This library is being designed with the goal to learn explicit operations over unstructured text.
The repository is under heavy development. Here be dragons.
The project does not provide a stand-alone service as of now, just clone the repository and install via pip to import
it into your own code.
git clone http://github.com/semanchester/estrella
cd estrella
pip install -r requirements.txt
pip install .
Make sure the Graphene service is set up and running. Create a file "sample.txt" with this content
The chicken crossed the road , because it could .
Run this code
#!/usr/bin/env python
from estrella.main import Estrella
main = Estrella()
main.run_pipeline("extended_pipeline", location="sample.txt")
from estrella.serialize.readable.oie import simple_print
facts = main.docs.hop(link_name="facts")
print(simple_print(facts))
from estrella.model.oie import ContextLabel
# Why did the chicken cross the road?
answer = facts.filter(subject="The chicken", predicate="cross", object="the road").hop(link_name="links", constraint=lambda link: link.label == ContextLabel.Cause)
print(answer.serialize(serialize_with=simple_print))
vectors = [f.numerify() for f in facts]
For documentation, refer to the source code.
In general, Pipeline
s are used to read text and enrich it with external information (such as word embeddings or information extraction).
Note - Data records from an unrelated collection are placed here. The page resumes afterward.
import type { SymbolArray } from '../symbols/sequence.ts';
import type { BackOffModel } from './back-off-model.ts';
import { NODE_FIRST, NODE_SECOND, NODE_SYMBOL, NODE_WORDS } from './context-tree.ts';
import { CountingContexts } from './counting-contexts.ts';
import { CountingRuns } from './counting-runs.ts';
import { CountingSums } from './counting-sums.ts';
import type { OperationTally } from './counting-tally.ts';
import type { IntervalSink } from './interval.ts';
import type { PositionSums } from './position-sums.ts';
import { HAS_RUN, type SymbolRuns } from './symbol-runs.ts';
import type { SymbolSums } from './symbol-sums.ts';

/**
 * Takes the steps of a {@link BackOffModel}'s encoder and decoder together and counts what each reads and decides: the general
 * steps, without the loops that shorten the commonest case. The same intervals come out, which a test holds it to. What the
 * stage does is counted by the sink; contexts, runs and sums by classes of their own.
 *
 * Beside those. The longest context with anything: its sum and a test for each order. A context: its two words and whether it
 * has a run, 3 reads and 1 branch. In it the encoder, for each entry that it passes, tests the end and the symbol and reads the
 * entry twice, the one found too; the decoder tests its target against the sum and then each count, read once. A shorter context: 2 reads and
 * 2 branches; each entry is read and tested for its end and its stamp (2 reads, 2 branches), one not excluded is read again, and
 * at the encoder compared. Then whether there was any, whether the escape is certain, and what was found; the decoder walks to its
 * target over entries and stamps, and after an escape over all once more.
 */
export class CountingBackOff {
  readonly #alphabetSize: number;
  readonly #order: number;
  readonly #halveAt: number;
  readonly #runs: SymbolRuns;
  readonly #counted: CountingRuns;
  readonly #contexts: CountingContexts;
  readonly #positionSums: PositionSums;
  readonly #sumSteps: CountingSums;
  readonly #encoder: OperationTally;
  readonly #decoder: OperationTally;
  #sums: SymbolSums;
  readonly #isExcluded: Uint8Array;
  readonly #excluded: Uint32Array;
  #excludedCount = 0;

  /**
   * @param model  the state to start with, which is copied
   * @param slots  as CountingContexts
   */
  constructor(
    model: BackOffModel,
    alphabetSize: number,
    order: number,
    halveAt: number,
    slots: number,
    encoder: OperationTally,
    decoder: OperationTally,
  ) {
    const { runs, sums } = model.learned();
    this.#alphabetSize = alphabetSize;
    this.#order = order;
    this.#halveAt = halveAt;
    this.#runs = runs;
    this.#positionSums = sums;
    this.#encoder = encoder;
    this.#decoder = decoder;
    runs.tree.start();
    this.#counted = new CountingRuns(runs, encoder, decoder);
    this.#contexts = new CountingContexts(runs.tree, slots, encoder, decoder);
    this.#sumSteps = new CountingSums(alphabetSize);
    this.#sums = sums.at(runs.tree.contexts[0]);
    this.#isExcluded = new Uint8Array(alphabetSize);
    this.#excluded = new Uint32Array(alphabetSize);
  }

  /** Makes the present counts the state that {@link reset} returns to. */
  markResetState(): void {
    this.#runs.mark();
    this.#positionSums.mark();
    this.#contexts.mark();
    this.#startContexts();
  }

  reset(): void {
    this.#runs.restore();
    this.#positionSums.restore();
    this.#contexts.restore();
    this.#startContexts();
  }

  #startContexts(): void {
    this.#runs.tree.start();
    this.#sums = this.#positionSums.at(this.#runs.tree.contexts[0]);
  }

  /** Words that the runs take now, and positions met. */
  get size(): { readonly runWords: number; readonly positions: number } {
    return { runWords: this.#runs.runWords, positions: this.#positionSums.count };
  }

  /** Codes `symbols[from … to − 1]` and closes each at both ends. */
  code(symbols: SymbolArray, from: number, to: number, sink: IntervalSink): void {
    const { contexts } = this.#runs.tree;
    for (let i = from; i < to; i++) {
      const symbol = symbols[i];
      this.#codeAny(symbol, sink);
      this.#clearExclusion();
      this.#contexts.advance(symbol);
      this.#sums = this.#positionSums.at(contexts[0]);
      this.#encoder.close();
      this.#decoder.close();
    }
  }

  #count(tableReads: number, branches: number): void {
    this.#encoder.tableReads += tableReads;
    this.#encoder.branches += branches;
    this.#decoder.tableReads += tableReads;
    this.#decoder.branches += branches;
  }

  /** By a new stamp, so that it takes nothing. */
  #clearExclusion(): void {
    for (let i = 0; i < this.#excludedCount; i++) this.#isExcluded[this.#excluded[i]] = 0;
    this.#excludedCount = 0;
  }

  #exclude(symbol: number): void {
    this.#isExcluded[symbol] = 1;
    this.#excluded[this.#excludedCount++] = symbol;
  }

  #codeAny(symbol: number, sink: IntervalSink): void {
    const runs = this.#runs;
    const { words, contexts } = runs.tree;
    const encoder = this.#encoder;
    const decoder = this.#decoder;
    let order = this.#order;
    for (; order > 0; order--) {
      this.#count(1, 1);
      if (words[contexts[order] * NODE_WORDS + NODE_SECOND] > 0) break;
    }
    if (order === 0) {
      this.#codeBelowRuns(symbol, sink);
      return;
    }
    const bits = runs.symbolBits;
    const mask = 2 ** bits - 1;
    const node = contexts[order];
    const at = node * NODE_WORDS;
    const first = words[at + NODE_FIRST];
    const sum = words[at + NODE_SECOND];
    this.#count(3, 1);
    if (!(words[at + NODE_SYMBOL] & HAS_RUN)) {
      const only = first & mask;
      this.#count(0, 1);
      if (only === symbol) {
        if (this.#alphabetSize > 1) sink.put(0, sum, sum + 1);
        this.#counted.incrementOnly(node);
        this.#settle(node, 1);
        this.#appendAbove(order, symbol);
        return;
      }
      sink.put(sum, 1, sum + 1);
      this.#exclude(only);
    } else {
      const { pool } = runs;
      const distinct = pool[first];
      const end = first + distinct;
      const total = distinct === this.#alphabetSize ? sum : sum + distinct;
      // Number of entries; whether all symbols are among them. The decoder: seen or escaped.
      this.#count(1, 1);
      decoder.branches += 1;
      let low = 0;
      for (let position = first + 1; position <= end; position++) {
        const other = pool[position] & mask;
        const count = pool[position] >>> bits;
        encoder.tableReads += 2;
        encoder.branches += 2;
        if (other === symbol) {
          // Each count up to its own, then the symbol.
          const passed = position - first;
          decoder.tableReads += passed + 1;
          decoder.branches += passed;
          sink.put(low, count, total);
          this.#counted.increment(node, position);
          this.#settle(node, distinct);
          this.#appendAbove(order, symbol);
          return;
        }
        low += count;
        this.#exclude(other);
      }
      encoder.branches += 1;
      decoder.tableReads += distinct;
      decoder.branches += distinct + 1;
      sink.put(sum, distinct, total);
    }
    this.#codeEscaped(order - 1, symbol, sink);
  }

  #codeEscaped(from: number, symbol: number, sink: IntervalSink): void {
    const runs = this.#runs;
    const { words, contexts } = runs.tree;
    const { pool } = runs;
    const encoder = this.#encoder;
    const decoder = this.#decoder;
    const bits = runs.symbolBits;
    const mask = 2 ** bits - 1;
    for (let order = from; order > 0; order--) {
      const node = contexts[order];
      const at = node * NODE_WORDS;
      this.#count(2, 2);
      if (!(words[at + NODE_SYMBOL] & HAS_RUN)) continue;
      const run = words[at + NODE_FIRST];
      const distinct = pool[run];
      let sum = 0;
      let low = 0;
      let frequency = 0;
      let found = 0;
      // The decoder's walk to its target: entries passed, those among them that are not excluded.
      let passed = 0;
      let fresh = 0;
      for (let position = run + 1; position <= run + distinct; position++) {
        const other = pool[position] & mask;
        if (this.#isExcluded[other] === 1) continue;
        const count = pool[position] >>> bits;
        fresh++;
        if (other === symbol) {
          low = sum;
          frequency = count;
          found = position;
          passed = position - run;
          decoder.branches += fresh;
          decoder.tableReads += fresh;
        }
        sum += count;
        this.#exclude(other);
      }
      // Number of entries; then each entry and stamp, the loop's end, whether there was any.
      this.#count(1 + 2 * distinct + fresh, 2 * distinct + 2);
      encoder.branches += fresh;
      if (fresh === 0) continue;
      const hasAll = this.#excludedCount === this.#alphabetSize;
      const total = hasAll ? sum : sum + distinct;
      this.#count(0, 1);
      encoder.branches += 1;
      const isCertain = fresh === 1 && hasAll;
      decoder.branches += 1 + (fresh === 1 ? 1 : 0) + 1 + 1;
      if (found !== 0) {
        encoder.branches += 1;
        decoder.tableReads += 2 * passed + 1;
        decoder.branches += passed + 1;
        if (!isCertain) sink.put(low, frequency, total);
        this.#counted.increment(node, found);
        this.#settle(node, distinct);
        this.#appendAbove(order, symbol);
        return;
      }
      decoder.tableReads += 2 * distinct;
      decoder.branches += 2 * distinct + 1;
      sink.put(sum, distinct, total);
    }
    this.#codeBelowRuns(symbol, sink);
  }

  #codeBelowRuns(symbol: number, sink: IntervalSink): void {
    const sums = this.#sums;
    const steps = this.#sumSteps;
    const encoder = this.#encoder;
    const decoder = this.#decoder;
    const { distinct } = sums;
    const excludedCount = this.#excludedCount;
    // Whether the context has anything new.
    this.#count(0, 1);
    if (distinct > excludedCount) {
      let sum = sums.sum;
      let excludedBelow = 0;
      for (let i = 0; i < excludedCount; i++) {
        const count = sums.counts[this.#excluded[i]];
        sum -= count;
        if (this.#excluded[i] < symbol) excludedBelow += count;
      }
      // Encoder, an excluded symbol: it, its count, it again; the loop, whether it lies below. Decoder: it and its count twice,
      // for taking out and for putting back, with a walk each.
      encoder.tableReads += 3 * excludedCount;
      encoder.branches += 2 * excludedCount + 1;
      decoder.tableReads += 2 * excludedCount * (3 + steps.levels);
      decoder.branches += 2 * (excludedCount + 1);
      const total = distinct === this.#alphabetSize ? sum : sum + distinct;
      const isSeen = sums.hasSeen(symbol);
      // Whether all symbols are seen. Encoder: whether this one is. Decoder: whether it is the last there can be, what the target says,
      // twice.
      this.#count(0, 1);
      encoder.tableReads += 1;
      encoder.branches += 1;
      const hasAll = distinct === this.#alphabetSize;
      decoder.branches += 1 + (hasAll ? 1 : 0) + 1 + 3;
      if (isSeen) {
        const frequency = sums.counts[symbol];
        encoder.tableReads += 1;
        encoder.branches += 1;
        steps.search(decoder);
        steps.sum(decoder);
        decoder.branches += 1;
        if (frequency < total) {
          decoder.tableReads += 1;
          sink.put(sums.sumBelow(symbol) - excludedBelow, frequency, total);
        }
        this.#countEmpty(symbol);
        this.#appendAbove(0, symbol);
        return;
      }
      sink.put(sum, distinct, total);
    }
    const left = this.#alphabetSize - distinct;
    this.#count(0, 1);
    if (left > 1) {
      steps.sum(encoder);
      sink.put(symbol - sums.seenBelow(symbol), 1, left);
    }
    steps.search(decoder);
    this.#countEmpty(symbol);
    this.#appendAbove(0, symbol);
  }

  /** Counts a symbol in the empty context; whether its total is too large, and if so whether halving helps. */
  #countEmpty(symbol: number): void {
    const sums = this.#sums;
    const steps = this.#sumSteps;
    steps.increment(sums, symbol, this.#encoder);
    steps.increment(sums, symbol, this.#decoder);
    sums.increment(symbol);
    this.#count(0, 1);
    if (sums.sum + sums.distinct <= this.#halveAt) return;
    this.#count(0, 1);
    if (sums.sum < 2 * sums.distinct) return;
    steps.halve(sums, this.#encoder);
    steps.halve(sums, this.#decoder);
    sums.halve();
  }

  /** Whether a context's total is too large, and if so whether halving helps. */
  #settle(node: number, distinct: number): void {
    const sum = this.#counted.sumOf(node);
    this.#count(0, 1);
    if (sum + distinct <= this.#halveAt) return;
    this.#count(0, 1);
    if (sum >= 2 * distinct) this.#counted.halve(node);
  }

  /** Adds the symbol to every longer context: the loop, and whether its total can be too large. */
  #appendAbove(order: number, symbol: number): void {
    if (this.#order === 0) return;
    const { contexts } = this.#runs.tree;
    this.#count(0, this.#order - order + 1);
    for (let j = order + 1; j <= this.#order; j++) {
      const node = contexts[j];
      this.#counted.append(node, symbol);
      const sum = this.#counted.sumOf(node);
      this.#count(0, 1);
      if (2 * sum <= this.#halveAt) continue;
      this.#settle(node, this.#counted.distinct(node));
    }
  }
}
The default_pipeline
for example, defined in the default config config/default.conf
will read a plain text file and convert it our internal representation. extended_pipeline
will do just that and in addition enrich the words with word2vec embeddings and extract information from the text.
View
s implement operations over collections of Concept
s, such as Fact
s and can be serialized to be interpreted by humans or further processed with other tools.